# 1996 nissan sentra intake



## SentraSport (May 23, 2008)

Hey i have a 1996 nissan sentra and i want to know about the sensors in my intake and if i can just got a short ram intake and what all i need to do, when i get out, or do i just take my stock intake off and just put on the short ram or the cold are, because i have the main sensor in my intake then i have one in my stock air box, do i need them both or just one, please let me know, thank you


----------



## schoust (May 27, 2008)

I would like to know this also? I'm thinking the easier it is to get the air in the better the milage.
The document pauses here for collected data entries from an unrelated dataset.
import { EngineError } from './errors.js';
import { vgsOfNode, widthForScale, widthScale } from './lookup-table.js';
import { say, sayGmId } from './say.js';
import { type Constraint, constraintOf, MAX_WIDTH } from './solve.js';
import { type PreparedTable, type TableConditions, type TableLine, tableLine } from './table-lookup.js';
import { operatingPointOnLine, type TableOperatingPoint } from './table-operating-point.js';

/** What to size for from a table: ID (A) under the conditions, and exactly one of vov, gmId, w, vgs. */
export interface TableSizeTarget extends TableConditions {
  id: number;
  /** Fingers of the width (each loses the table's width offset); 1 when absent. */
  fingers?: number;
  vov?: number;
  gmId?: number;
  w?: number;
  vgs?: number;
}

export interface TableSizing extends TableOperatingPoint {
  constraint: Constraint;
}

/** Bisection stops when the VGS interval is this narrow, V. */
const VGS_TOLERANCE = 1e-10;

/**
 * Sizes from current density (the gm/ID method: Silveira, Flandre & Jespers, IEEE JSSC 31(9), 1996):
 * gm/ID → the VGS where the table's gm/ID reaches the target, W = ID / (ID/W there); vov → VGS = VT + VOV,
 * then the same; vgs → W = ID / (ID/W at VGS); w → the VGS where ID/W = ID / W. The width is not snapped.
 */
export function sizeFromTable(prepared: PreparedTable, target: TableSizeTarget): TableSizing {
  const constraint = constraintOf(target);
  const { id } = target;
  if (!(id > 0) || !Number.isFinite(id)) throw new EngineError('VALIDATION_FAILED', 'ID must be a positive current', 'id');
  const value = target[constraint] as number;
  if (!Number.isFinite(value) || (constraint !== 'vov' && constraint !== 'vgs' && !(value > 0))) {
    throw new EngineError('VALIDATION_FAILED', `${constraint} must be a positive number`, constraint);
  }
  const line = tableLine(prepared, target);
  const fingers = target.fingers ?? 1;
  let vgs: number;
  let w: number;
  if (constraint === 'w') {
    w = value;
    vgs = vgsForCurrentDensity(line, id / widthScale(line.grid, w, fingers), 'w');
  } else {
    vgs = constraint === 'gmId' ? vgsForGmId(line, value) : constraint === 'vov' ? vgsForOverdrive(line, value) : value;
    line.checkVgs(vgs, constraint);
    w = widthForScale(line.grid, id / line.valueAt('id', vgs), fingers);
  }
  if (!(w <= MAX_WIDTH)) {
    throw new EngineError('W_TOO_LARGE', `This target needs W = ${say(w, 'm')}, more than ${say(MAX_WIDTH, 'm')}; raise the overdrive or lower gm/ID`, constraint);
  }
  const sizing = operatingPointOnLine(line, w, vgs, fingers) as TableSizing;
  sizing.constraint = constraint;
  return sizing;
}

/** VGS with VGS − VT(VGS) = vov (VT hardly depends on VGS: three fixed-point steps settle it). */
export function vgsForOverdrive(line: TableLine, vov: number): number {
  const { start, count } = line.grid.vgs;
  const end = vgsOfNode(line.grid.vgs, count - 1);
  let vgs = (start + end) / 2;
  for (let step = 0; step < 3; step++) vgs = line.valueAt('vt', Math.min(end, Math.max(start, vgs))) + vov;
  return vgs;
}

/**
 * The VGS at which gm/ID equals the target, on the strong-inversion side of the gm/ID maximum. To the
 * right of the highest-gm/ID node of every stored line it is made of, gm/ID falls with VGS: a binary
 * search over nodes there (else a scan down to the lowest such node), then bisection between two nodes.
 */
export function vgsForGmId(line: TableLine, gmId: number): number {
  const top = line.count - 1;
  const vgsOf = (g: number) => vgsOfNode(line.grid.vgs, g);
  if (line.gmIdAtNode(top) > gmId) {
    throw new EngineError('GM_ID_BELOW_TABLE', `gm/ID = ${sayGmId(gmId)} needs VGS above the table's ${say(vgsOf(top), 'V')}, where gm/ID is ${sayGmId(line.gmIdAtNode(top))}`, 'gmId');
  }
  if (line.gmIdAtNode(top) === gmId) return vgsOf(top);
  const [lowest, highest] = line.gmIdPeakRange;
  let below: number;
  if (line.gmIdAtNode(highest) >= gmId) {
    // gm/ID(below) ≥ target > gm/ID(above), narrowed down to neighbours.
    below = highest;
    let above = top;
    while (above - below > 1) {
      const middle = (below + above) >> 1;
      if (line.gmIdAtNode(middle) >= gmId) below = middle;
      else above = middle;
    }
  } else {
    below = highest - 1;
    while (below >= lowest && line.gmIdAtNode(below) < gmId) below -= 1;
    if (below < lowest) {
      let best = 0;
      for (let g = 0; g <= top; g++) best = Math.max(best, line.gmIdAtNode(g));
      throw new EngineError('GM_ID_ABOVE_TABLE', `gm/ID = ${sayGmId(gmId)} is above the highest gm/ID in the table at this L, VDS and VSB (${sayGmId(best)})`, 'gmId');
    }
  }
  if (line.gmIdAtNode(below) === gmId) return vgsOf(below);
  const lnTarget = Math.log(gmId);
  return bisect(vgsOf(below), vgsOf(below + 1), (vgs) => line.domainAt('gm', vgs) - line.domainAt('id', vgs) - lnTarget);
}

/** The VGS at which the reference-width current equals idRef (ID rises with VGS): binary search over nodes, then bisection. */
export function vgsForCurrentDensity(line: TableLine, idRef: number, field: string): number {
  const lnTarget = Math.log(idRef);
  const top = line.count - 1;
  if (line.node('id', top) < lnTarget) {
    throw new EngineError('ID_OUTSIDE_TABLE', `This width cannot carry the current with VGS ≤ ${say(vgsOfNode(line.grid.vgs, top), 'V')}, the top of the table`, field);
  }
  if (line.node('id', 0) > lnTarget) {
    throw new EngineError('VGS_OUTSIDE_TABLE', `This width carries more than the current already at VGS = ${say(line.grid.vgs.start, 'V')}, the bottom of the table`, field);
  }
  let low = 0;
  let high = top;
  while (high - low > 1) {
    const middle = (low + high) >> 1;
    if (line.node('id', middle) < lnTarget) low = middle;
    else high = middle;
  }
  return bisect(vgsOfNode(line.grid.vgs, low), vgsOfNode(line.grid.vgs, high), (vgs) => lnTarget - line.domainAt('id', vgs));
}

/** The root of f between a (f ≥ 0) and b (f < 0). */
function bisect(a: number, b: number, f: (x: number) => number): number {
  let low = a;
  let high = b;
  while (Math.abs(high - low) > VGS_TOLERANCE) {
    const middle = (low + high) / 2;
    if (f(middle) >= 0) low = middle;
    else high = middle;
  }
  return (low + high) / 2;
}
I am also looking into a bigger exhaust,anyone know where to get one?


----------



## azkicker0027 (May 31, 2002)

depending on the year, the intake air sensor will be very close to the mass airflow meter, or in later models, at the snorkel from the air box behind the driver's headlight.


----------



## hdt (Apr 19, 2004)

i had a 95gxe. i didn`t buy one but made one for mine and the intake air sensor is right next to the box it does come with too much wire so becare full but the intake i have seen out there everything you need is on it or it tell you what to do. as far as bigger exhaust, i just had a custom one done mine sounded better that way. it came out cheaper to. and i didn`t have the ricer sound.


----------



## schoust (May 27, 2008)

So Hdt can you show me some pix of your intake and exhaust? I want to get some ideas on opening things up for better mpg's......Did you just go to a muffler shop and ask them to build a custom exhaust? I can do thi myself if theres not a lot of bends that is??


----------



## 2dr_Sentra (Dec 10, 2005)

heres a pic of my old intake on my b13 (ebay intake)


----------



## azkicker0027 (May 31, 2002)

those bends are pretty smooth on that intake. do you have a bracket to support that filter against the strut tower?


----------



## hdt (Apr 19, 2004)

i don`t have any pics i wrecked the car in 2006. but i could walk you threw the process if you need. check out the pics on photobucket link. let me know if you need a walk threw.


----------



## ttnation (Oct 3, 2007)

Hey I got the same ebay intake but for 96 gxe. Looks similar but I wanted to know did yours come with two bracket? Im wondering where the heck do they go? Thanks


----------



## schoust (May 27, 2008)

Hey Tnation where you happy with the intake? Who was the Vender? Are you going for the header next? Thanks


----------



## 2dr_Sentra (Dec 10, 2005)

ttnation said:


> Hey I got the same ebay intake but for 96 gxe. Looks similar but I wanted to know did yours come with two bracket? Im wondering where the heck do they go? Thanks


I didnt use any of the brackets. However you can use them to hold up the intake cause it kinda just sits on the inner fender.


----------



## NY is north (Jul 9, 2008)

There's the MAF and the temperature sensor...You absolutely need the MAF for your car to run, so you'll need some sort of adaptor to go from the square end of the MAF to your filter/intake tube. They sell plastic ones at autozone that do fit, you just need to drill new holes. With the temperature sensor, if you buy an intake specifically for that car, it should have something for that to go in...if not, here's what I did: I drilled/cut a hole in the tube, fit the temp sensor in, put permetex gasket maker around the hole, and screwed it in place. That's pretty easy.

As for the exhaust...you pretty much have to go to a place that makes custom exhaust... It's a lot of money.


----------